I wasted a lot of time playing that too! There was another game that I played a bunch too but the name of it escapes me right now. But it was a first person shooter time game online.
Then guys started getting faster internet and you would be killed before you even saw the guy because mine was slower!


half life?
 
I remember in the mid-90's (1995) it would take HOURS just to get online the local provider was so over-loaded and if you did it was very slow. I gave up on the internet for a few yrs until we finally got DSL out here.
 
I kind of miss AOL, now that Firefox is buggy maybe I'll switch back!
grin.gif




Dial up baby!
 
Last edited:
Originally Posted By: OVERKILL
Originally Posted By: morepwr
Originally Posted By: OVERKILL
IRC, playing Quake online...etc.


I wasted a lot of time playing that too! There was another game that I played a bunch too but the name of it escapes me right now. But it was a first person shooter time game online.
Then guys started getting faster internet and you would be killed before you even saw the guy because mine was slower!


half life?



That's it!!! so many wasted evenings!
 
Originally Posted By: morepwr
Originally Posted By: OVERKILL
IRC, playing Quake online...etc.


I wasted a lot of time playing that too! There was another game that I played a bunch too but the name of it escapes me right now. But it was a first person shooter time game online.
Then guys started getting faster internet and you would be killed before you even saw the guy because mine was slower!


Half life.
 
Originally Posted By: hattaresguy
I kind of miss AOL, now that Firefox is buggy maybe I'll switch back!
grin.gif




Dial up baby!


That high chime at 0:08 was like the sound of victory.

You knew you were golden. Until that sound? Suspense.
 
AOL sounds and open chat rooms. Chat on yahoo too. I remember being online a lot around the 96 olympics in Atlanta and chatting about them.

Auto pages and stock research were most enjoyable, even as a teen in the late 90's. I spent a lot of time configuring cars I wanted to buy.

We played marathon since we all had macs.
 
I remember when my dad first talked about this World Wide Web. I asked, "do you think Ford has a website?" He said they probably do. We dialed up on our 14.4k baud modem and I think www.ford.com was the first website I ever visited.

Before that, it was Prodigy in or around 1989 on a 9,600 baud modem. I remember playing this maze game where you turned left or right with the arrow keys and you had to get out of this big labrynth.

I think it was this:

http://www.vintagecomputing.com/index.php/archives/171
 
When my family got its first computer, we got a second land-line installed so we could go online without tying up the phone line. Now we have no land-line whatsoever with broadband internet and cell phones.

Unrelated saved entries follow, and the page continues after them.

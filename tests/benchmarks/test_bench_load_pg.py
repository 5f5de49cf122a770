"""Load run for several server workers: 40 signed-in clients for 60 s on loopback, reads and
score writes mixed as in test_bench_load.py, against

- PostgreSQL with `morrow serve --workers 4` (the deployment the README describes), and
- SQLite with one worker (the default), in the same run so the two figures are comparable.

Targets (the issue's): no errors, every accepted score stored exactly once (counted in the
database). Median and p95 latency are printed beside each other, not asserted, as with
every speed target here. The demo hospital (invented) with a model trained for KV-CRIT.
"""

from __future__ import annotations

import os
import statistics
import subprocess
import sys
import threading
import time
from collections.abc import Iterator
from dataclasses import dataclass
from datetime import UTC, datetime, timedelta
from pathlib import Path

import httpx2 as httpx
import pytest
from sqlalchemy import func, select

from app.config import PROJECT_ROOT, get_settings
from app.demo.load import load_demo
from app.forecast.service import train_model
from app.store import db
from app.store.models import Observation
from tests.benchmarks.test_bench_load import (
    PASSWORD,
    UNIT,
    Tally,
    free_port,
    percentile,
    run_client,
)
from tests.conftest import DEMO_DIR, UTC_ZONE
from tests.security.fixtures import make_user
from tests.security.test_workers import cpu_ticks, worker_pids

pytestmark = pytest.mark.both_databases

CLIENTS = 40
DURATION_S = 60.0
P95_TARGET_MS = 300.0
WORKERS = {"sqlite": 1, "postgresql": 4}


@dataclass
class Server:
    base_url: str
    db_url: str
    workers: int
    stderr_path: Path


def wait_until_idle(pids: list[int], timeout_s: float = 180.0) -> None:
    """Until every worker has finished starting (their CPU time stops growing)."""
    deadline = time.monotonic() + timeout_s
    last = sum(cpu_ticks(p) for p in pids)
    while time.monotonic() < deadline:
        time.sleep(1.0)
        now = sum(cpu_ticks(p) for p in pids)
        if now - last < 10:  # under 0.1 s of CPU in the last second, all workers together
            return
        last = now
    raise AssertionError("the workers were still busy starting after 180 s")


@pytest.fixture
def server(database: str, db_url: str, tmp_path: Path,
           monkeypatch: pytest.MonkeyPatch) -> Iterator[Server]:
    monkeypatch.setenv("MORROW_TIMEZONE", "UTC")
    get_settings.cache_clear()
    with db.session_scope(db_url) as session:
        load_demo(session, DEMO_DIR, tz=UTC_ZONE, shift=True)
    with db.session_scope(db_url) as session:
        # Train until a minute ago, or the first minute would find no model.
        until = datetime.now(UTC).replace(second=0, microsecond=0) - timedelta(minutes=1)
        train_model(session, UNIT, until, UTC_ZONE)
    for c in range(CLIENTS):
        make_user(db_url, f"load.nurse{c:02d}", "nurse_in_charge", PASSWORD)
    db.get_engine(db_url).dispose()
    workers = WORKERS[database]
    port = free_port()
    stderr_path = tmp_path / "server.err"
    with open(stderr_path, "wb") as stderr:
        child = subprocess.Popen(
            [sys.executable, "-m", "app.cli.main", "--db", db_url, "serve", "--host",
             "127.0.0.1", "--port", str(port), "--workers", str(workers)],
            cwd=PROJECT_ROOT, env={**os.environ, "MORROW_TIMEZONE": "UTC"},
            stdout=subprocess.DEVNULL, stderr=stderr)
    base = f"http://127.0.0.1:{port}"
    try:
        deadline = time.monotonic() + 180
        while True:
            assert child.poll() is None, stderr_path.read_text()
            try:
                if httpx.get(f"{base}/health", timeout=2).status_code == 200:
                    break
            except httpx.TransportError:
                pass
            assert time.monotonic() < deadline, "the server did not start in 180 s"
            time.sleep(0.2)
        if workers > 1:
            pids = worker_pids(child.pid)
            assert len(pids) == workers, pids
            wait_until_idle(pids)
        yield Server(base, db_url, workers, stderr_path)
    finally:
        child.terminate()
        try:
            child.wait(timeout=30)
        except subprocess.TimeoutExpired:
            child.kill()
            child.wait()
        get_settings.cache_clear()


def test_load_forty_clients_sixty_seconds(server: Server, database: str) -> None:
    tally = Tally()
    start = threading.Barrier(CLIENTS + 1)
    stop_at = [float("inf")]
    threads = [threading.Thread(target=run_client, args=(n, server.base_url, start, stop_at,
                                                         tally), daemon=True)
               for n in range(CLIENTS)]
    for t in threads:
        t.start()
    try:
        start.wait(timeout=600)  # every client has signed in
    except threading.BrokenBarrierError:
        pytest.fail(f"the clients could not all sign in: {tally.errors[:5]}")
    load_before = os.getloadavg()[0]
    began = time.monotonic()
    stop_at[0] = began + DURATION_S
    for t in threads:
        t.join(timeout=DURATION_S + 120)
    wall = time.monotonic() - began
    assert not any(t.is_alive() for t in threads)

    with db.session_scope(server.db_url) as session:
        stored = dict(session.execute(
            select(Observation.name, func.count()).where(Observation.name.like("load%"))
            .group_by(Observation.name)).all())
    accepted = dict(tally.scores_accepted)
    everything = [ms for values in tally.latencies.values() for ms in values]
    requests = len(everything)
    median, p95 = statistics.median(everything), percentile(everything, 95)
    setup = f"{database}, {server.workers} worker{'s' if server.workers > 1 else ''}"
    verdict = "ok" if p95 <= P95_TARGET_MS else "OVER TARGET"
    print(f"\nBENCH load [{setup}]: load average {load_before:.1f} before the run, "
          f"{os.getloadavg()[0]:.1f} after (2 cores)")
    print(f"BENCH load [{setup}]: {CLIENTS} clients, {wall:.0f} s, {requests} requests "
          f"({requests / wall:.1f}/s), {len(tally.errors)} errors, "
          f"{sum(accepted.values())} scores accepted, {sum(stored.values())} stored")
    print(f"BENCH load [{setup}] latency: median {median:.0f} ms, p95 {p95:.0f} ms "
          f"(target p95 {P95_TARGET_MS:.0f} ms) {verdict}")
    for kind, values in sorted(tally.latencies.items()):
        print(f"BENCH   {kind:<13} n={len(values):<5} median {statistics.median(values):6.0f} ms"
              f"  p95 {percentile(values, 95):6.0f} ms  max {max(values):6.0f} ms")

    assert tally.errors == [], tally.errors[:10]
    assert sum(accepted.values()) > 0
    assert stored == accepted  # every accepted score stored once, none lost, none doubled
    log = server.stderr_path.read_text(errors="replace")
    assert "Traceback" not in log
    assert not [s for s in tally.stay_ids if s in log]  # no patient id in the server's log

I remember AOL, chat rooms, instant messaging, floppy disks, those weird sounds the computer would make dialing up.

I remember downloading songs for free when it was still legal (and waiting at least half an hour to download just one 3 minute long song).

I remember when we first got broadband being excited to finally be able to use Youtube, which was impossible with dial up.